Data in this exercise –

++++++++

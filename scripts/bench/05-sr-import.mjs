// DICOM SR import (`assess --sr`): informational. dcmjs loads only when an SR is given, so this
// row shows its cost on top of an assessment; the start-up rows above must not move. The SR is
// built here with dcmjs from invented values (TID 5300 codes), in a temporary folder.
import { mkdtempSync, rmSync, writeFileSync } from 'node:fs';
import { tmpdir } from 'node:os';
import { join } from 'node:path';
import dcmjs from 'dcmjs';

function srBytes() {
  const { DicomMetaDictionary, DicomDict } = dcmjs.data;
  const code = (scheme, value, meaning) => ({ CodeValue: value, CodingSchemeDesignator: scheme, CodeMeaning: meaning });
  const num = (c, meaning, value, unit) => ({
    RelationshipType: 'CONTAINS', ValueType: 'NUM', ConceptNameCodeSequence: [code('LN', c, meaning)],
    MeasuredValueSequence: [{ NumericValue: value, MeasurementUnitsCodeSequence: [code('UCUM', unit, unit)] }],
  });
  const sopClass = '1.2.840.10008.5.1.4.1.1.88.33';
  const instance = '1.2.826.0.1.3680043.99.5.1';
  const meta = { FileMetaInformationVersion: new Uint8Array([0, 1]).buffer, MediaStorageSOPClassUID: sopClass, MediaStorageSOPInstanceUID: instance, TransferSyntaxUID: '1.2.840.10008.1.2.1', ImplementationClassUID: '1.2.826.0.1.3680043.99.5.9' };
  const dict = new DicomDict(DicomMetaDictionary.denaturalizeDataset(meta));
  dict.dict = DicomMetaDictionary.denaturalizeDataset({
    SOPClassUID: sopClass, SOPInstanceUID: instance, Modality: 'SR', StudyDate: '20240105', ValueType: 'CONTAINER',
    ConceptNameCodeSequence: [code('DCM', '125200', 'Adult Echocardiography Procedure Report')],
    ContentSequence: [
      num('79996-5', 'Left ventricular end diastolic volume biplane (MOD)', 210, 'mL'),
      num('80001-1', 'Left ventricular end systolic volume biplane (MOD)', 150, 'mL'),
      num('79989-0', 'Left ventricular pre-ejection period', 130, 'ms'),
    ],
  });
  return new Uint8Array(dict.write());
}

export async function run({ bin, compare }) {
  const dir = mkdtempSync(join(tmpdir(), 'elastimate-bench-sr-'));
  try {
    const sr = join(dir, 'study.dcm');
    writeFileSync(sr, srBytes());
    const r = compare([bin, 'assess', '--sr', sr, '--sbp', '108', '--dbp', '68', '--et', '240', '--json']);
    return [{ name: 'assess --sr (dcmjs loads), --json', ratio: r.ratio, limit: 3.5, informational: true, detail: `${r.ms.toFixed(0)} ms vs ${r.refMs.toFixed(0)} ms` }];
  } finally {
    rmSync(dir, { recursive: true, force: true });
  }
}
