// Start-up: `--version` within 1.5× and a full `assess --json` within 2.5× of bare `node -e 0`.
// The main row uses values in their default units (bare numbers, the common case); the second gives
// every value with one of the trade's common units (kPa, Hz, L, s, mm, lb…), converted by the table in
// src/units/common-units.ts without mathjs, also within 2.5×; the third, informational, gives a unit
// outside the table, which loads mathjs (cached V8 code, see src/units/mathjs-loader.ts).
import { join } from 'node:path';

export async function run({ root, bin, compare }) {
  const version = compare([bin, '--version']);
  const visit = join(root, 'cases', 'heart-failure-reduced-ef.visit.json');
  const assessJson = compare([bin, 'assess', '--input', visit, '--json']);
  const assessUnits = compare([bin, 'assess', '--sbp', '17.3kPa', '--dbp', '11kPa', '--hr', '1.1Hz', '--edv', '0.12 L', '--esv', '50 mL', '--pep', '0.09 s', '--et', '290ms', '--height', '1.72 m', '--weight', '176 lb', '--json']);
  const assessMathjs = compare([bin, 'assess', '--sbp', '17.3kPa', '--dbp', '11kPa', '--hr', '66', '--edv', '120', '--esv', '50', '--pep', '90', '--et', '290', '--height', '68 inch', '--weight', '80', '--json']);
  return [
    { name: 'elastimate --version vs node -e 0', ratio: version.ratio, limit: 1.5, detail: `${version.ms.toFixed(0)} ms vs ${version.refMs.toFixed(0)} ms` },
    { name: 'assess --input visit --json (default units) vs node -e 0', ratio: assessJson.ratio, limit: 2.5, detail: `${assessJson.ms.toFixed(0)} ms vs ${assessJson.refMs.toFixed(0)} ms` },
    { name: 'assess, every value with a common unit (table), --json', ratio: assessUnits.ratio, limit: 2.5, detail: `${assessUnits.ms.toFixed(0)} ms vs ${assessUnits.refMs.toFixed(0)} ms` },
    // Informational: a unit outside the table costs mathjs's start-up on top (about 0.05–0.1 s even
    // with the code cache), shown here so it stays visible.
    { name: 'assess, one unit outside the table (mathjs), --json', ratio: assessMathjs.ratio, limit: 2.5, informational: true, detail: `${assessMathjs.ms.toFixed(0)} ms vs ${assessMathjs.refMs.toFixed(0)} ms` },
  ];
}
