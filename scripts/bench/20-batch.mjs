// Cohort batch: `elastimate batch` on 100,000 generated visits within 4× the time of a bare Node
// read-and-split of the same file, and its peak memory (maximum resident set size of the process
// running the batch) at most 200 MiB.
//
// The reference reads the whole file and splits it into lines and cells (readFileSync, split on
// "\n" and ","): the least any CSV tool must do. The batch does that and more: RFC 4180 reading
// (the record splitter, then d3-dsv or the line-by-line reader for text without quotes), checking
// and converting every input, the full computation and checks per row, and writing the inputs as
// used and 40-odd result cells per row to a file, fsynced and renamed into place.
// Memory: the batch runs inside a small wrapper process that imports bin/elastimate.js and prints
// process.resourceUsage().maxRSS (kilobytes on Linux) when it exits; the row's ratio is MiB / 200.
import { spawnSync } from 'node:child_process';
import { mkdtempSync, rmSync, writeFileSync } from 'node:fs';
import { tmpdir } from 'node:os';
import { join } from 'node:path';
import { pathToFileURL } from 'node:url';

const ROWS = 100_000;
const MEMORY_LIMIT_MIB = 200;

/** Deterministic invented cohort: a small linear congruential generator, fixed seed. */
function generate(path) {
  let state = 20240601;
  const next = () => {
    state = (Math.imul(state, 1664525) + 1013904223) >>> 0;
    return state / 4294967296;
  };
  const between = (lo, hi, digits = 0) => (lo + (hi - lo) * next()).toFixed(digits);
  const lines = ['id,visit_date,sbp,dbp,hr,edv,esv,ef,sv,pep,et,height,weight,site'];
  for (let i = 0; i < ROWS; i++) {
    const edv = 90 + 80 * next();
    const esv = edv * (0.3 + 0.25 * next());
    const sbp = Number(between(100, 170));
    const dbp = Number(between(55, Math.min(100, sbp - 25)));
    lines.push([
      `BX-${String(i).padStart(6, '0')}`,
      `2024-${String(1 + (i % 12)).padStart(2, '0')}-${String(1 + (i % 28)).padStart(2, '0')}`,
      sbp, dbp, between(50, 100), edv.toFixed(0), esv.toFixed(0),
      i % 3 === 0 ? '' : (100 * (1 - esv / edv)).toFixed(0),
      i % 2 === 0 ? '' : between(45, 95),
      between(70, 120), between(240, 330), between(150, 195), between(50, 110), `site ${1 + (i % 7)}`,
    ].join(','));
  }
  writeFileSync(path, lines.join('\n') + '\n');
}

export async function run({ root, bin, compare, once }) {
  const dir = mkdtempSync(join(tmpdir(), 'elastimate-bench-'));
  try {
    const input = join(dir, 'cohort.csv');
    const output = join(dir, 'results.csv');
    generate(input);
    const reference = ['-e', `const t=require('fs').readFileSync(${JSON.stringify(input)},'utf8').split('\\n');let n=0;for(const l of t)n+=l.split(',').length;if(n<${ROWS})process.exit(1)`];
    const timing = compare([bin, 'batch', input, '--out', output], reference, 3);

    const wrapper = [
      '--input-type=module',
      '-e',
      `process.on('exit', () => process.stderr.write('maxrss-kb ' + process.resourceUsage().maxRSS + '\\n'));` +
        `process.argv = [process.execPath, ${JSON.stringify(bin)}, 'batch', ${JSON.stringify(input)}, '--out', ${JSON.stringify(output)}];` +
        `await import(${JSON.stringify(pathToFileURL(bin).href)});`,
    ];
    once(wrapper); // warm the file cache like the timed runs
    const r = spawnSync(process.execPath, wrapper, { cwd: root, encoding: 'utf8' });
    const m = /maxrss-kb (\d+)/.exec(r.stderr ?? '');
    if (r.status !== 0 || !m) throw new Error(`batch memory run failed (${r.status}): ${r.stderr}`);
    const mib = Number(m[1]) / 1024;
    return [
      { name: `batch, ${ROWS.toLocaleString('en')} visits vs bare read-and-split`, ratio: timing.ratio, limit: 4, detail: `${timing.ms.toFixed(0)} ms vs ${timing.refMs.toFixed(0)} ms` },
      { name: `batch peak memory (MiB / ${MEMORY_LIMIT_MIB} MiB)`, ratio: mib / MEMORY_LIMIT_MIB, limit: 1, detail: `max RSS ${mib.toFixed(0)} MiB of the process running the batch` },
    ];
  } finally {
    rmSync(dir, { recursive: true, force: true });
  }
}
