/**
 * A text cell's content before quoting: control characters other than tab and
 * line breaks (which CSV quoting carries) made visible by the one sanitiser,
 * so no raw ESC or C1 byte reaches a file that a terminal or spreadsheet opens.
 */
export function csvCellText(cell: string): string {
  return sanitizeText(cell, { keepWhitespace: true });
}

/** A text cell as every CSV of the tool writes it: the sanitiser first, then the cell guard. */
export function safeCell(cell: string): string {
  return guardCell(csvCellText(cell));
}


const SCALE = [1, 10, 100, 1000, 1e4, 1e5, 1e6, 1e7, 1e8];

/** Decimals of a CSV number per unit (csvNumber), looked up once per unit rather than once per cell. */
const csvDecimals = new Map<string, number>();
export function decimalsOf(unit: string): number {
  let d = csvDecimals.get(unit);
  if (d === undefined) {
    d = Math.min(decimalsFor(unit) + 2, SCALE.length - 1);
    csvDecimals.set(unit, d);
  }
  return d;
}

/** The documented unit and decimals of each result key, in RESULT_KEYS order, so the hot path skips the lookup. */
const RESULT_UNIT_LIST: readonly string[] = RESULT_KEYS.map((key) => RESULT_UNITS[key]);
const RESULT_DECIMALS: readonly number[] = RESULT_UNIT_LIST.map(decimalsOf);

/**
 * A number for a CSV cell: '' when missing or not finite, else rounded to two
 * decimals more than the report shows for its unit (render/format.ts
 * decimalsFor), without trailing zeros: 1.5429, 108, -27.79. The value is
 * scaled to a whole number, written as digits and the decimal point put
 * back, which is several times faster than toFixed. (`batch` writes the same
 * digits as bytes: CsvBytes.)
 */
export function csvNumber(value: number | null | undefined, unit: string): string {
  return numberText(value, decimalsOf(unit));
}

function numberText(value: number | null | undefined, decimals: number): string {
  if (value === null || value === undefined || !Number.isFinite(value)) return '';
  const scaled = Math.round(Math.abs(value) * SCALE[decimals]!);
  if (!Number.isSafeInteger(scaled)) return formatNumber(value, 0);
  if (scaled === 0) return '0';
  let digits = String(scaled);
  let d = decimals;
  while (d > 0 && digits.charCodeAt(digits.length - 1) === 48) {
    digits = digits.slice(0, -1);
    d--;
  }
  if (d > 0) digits = digits.length > d ? `${digits.slice(0, digits.length - d)}.${digits.slice(digits.length - d)}` : `0.${'0'.repeat(d - digits.length)}${digits}`;
  return value < 0 ? `-${digits}` : digits;
}

/** The tens and units digit of 0…99, as bytes: numbers are written two digits at a time. */
const PAIR_HIGH = Uint8Array.from({ length: 100 }, (_v, i) => 48 + Math.floor(i / 10));
const PAIR_LOW = Uint8Array.from({ length: 100 }, (_v, i) => 48 + (i % 10));
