def skrf_segment(seg, freq, f):
    """The same segment built from scikit-rf's own media (independent network code)."""
    import skrf
    from skrf.media import DefinedGammaZ0, DistributedCircuit

    v = seg.values
    w = 2 * np.pi * f
    if seg.type == "line":
        # our cross-section's RLGC into scikit-rf's distributed-circuit line
        r, l, g, c = seg.section.rlgc(f).scalar()
        return DistributedCircuit(freq, z0_port=Z0, R=r, L=l, G=g, C=c).line(v["length"], "m")
    if seg.type == "touchstone":
        return skrf.Network(str(seg.path)).interpolate(freq, kind="linear")
    lumped = DefinedGammaZ0(freq, z0=Z0, gamma=1j * w / C0)
    if seg.type == "shunt":
        return lumped.shunt_capacitor(v["capacitance"])
    if seg.type == "capacitor":
        return (
            lumped.capacitor(v["value"]) ** lumped.inductor(v["esl"]) ** lumped.resistor(v["esr"])
        )
    if seg.type == "series":
        return lumped.resistor(v["resistance"]) ** lumped.inductor(v["inductance"])
    if seg.type == "via":
        # barrel: a TEM line of the given impedance at the nominal Dk in the via's
        # dielectric; stub: the same line, open, in shunt at the exit (the model's definition)
        eps = seg.dielectric.eps(f)
        zc = v["impedance"] * np.sqrt(seg.dielectric.dk / eps)
        media = DefinedGammaZ0(freq, z0_port=Z0, z0=zc, gamma=1j * w * np.sqrt(eps) / C0)
        return media.line(v["barrel"], "m") ** media.shunt_delay_open(v["stub"], "m")
    raise AssertionError(seg.type)


def test_build_cascade_equals_skrf_cascade_of_the_same_blocks(tmp_path):
    import skrf

    scen = write_scenario(tmp_path / "s", SKRF_CHANNEL)
    result, files, _, _ = build_parts(api.build(scen, out=tmp_path / "o", plots=False))
    f = result.f
    freq = skrf.Frequency.from_f(f, unit="Hz")
    nets = [skrf_segment(seg, freq, f) for seg in result.scenario.channel]
    assert [s.type for s in result.scenario.channel] == [
        "line",
        "shunt",
        "capacitor",
        "series",
        "via",
        "touchstone",
        "line",
    ]
    ref = nets[0]
    for n in nets[1:]:
        ref = ref**n  # scikit-rf's own cascade
    written = read(files[0])
    np.testing.assert_array_equal(written.f, f)
    assert np.max(np.abs(written.s - ref.s)) < 1e-9
    # and the scikit-rf cascade_list of the same blocks
    assert np.max(np.abs(skrf.network.cascade_list(nets).s - written.s)) < 1e-9
    # each segment's own insertion loss and the cumulative loss through segment k (the
    # plots' curves) are -20 log10 |S21| of the same scikit-rf networks
    for k, net in enumerate(nets):
        own = -20 * np.log10(np.abs(net.s[:, 1, 0]))
        through = -20 * np.log10(np.abs(skrf.network.cascade_list(nets[: k + 1]).s[:, 1, 0]))
        assert np.max(np.abs(result.segment_loss_db[k] - own)) < 1e-9
        assert np.max(np.abs(result.cumulative_loss_db[k] - through)) < 1e-9
    np.testing.assert_array_equal(result.cumulative_loss_db[-1], result.insertion_loss_db)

++++++++

To do – Give the number of lines in the entries above that include the string "null". No other output is expected.

Written answer – 3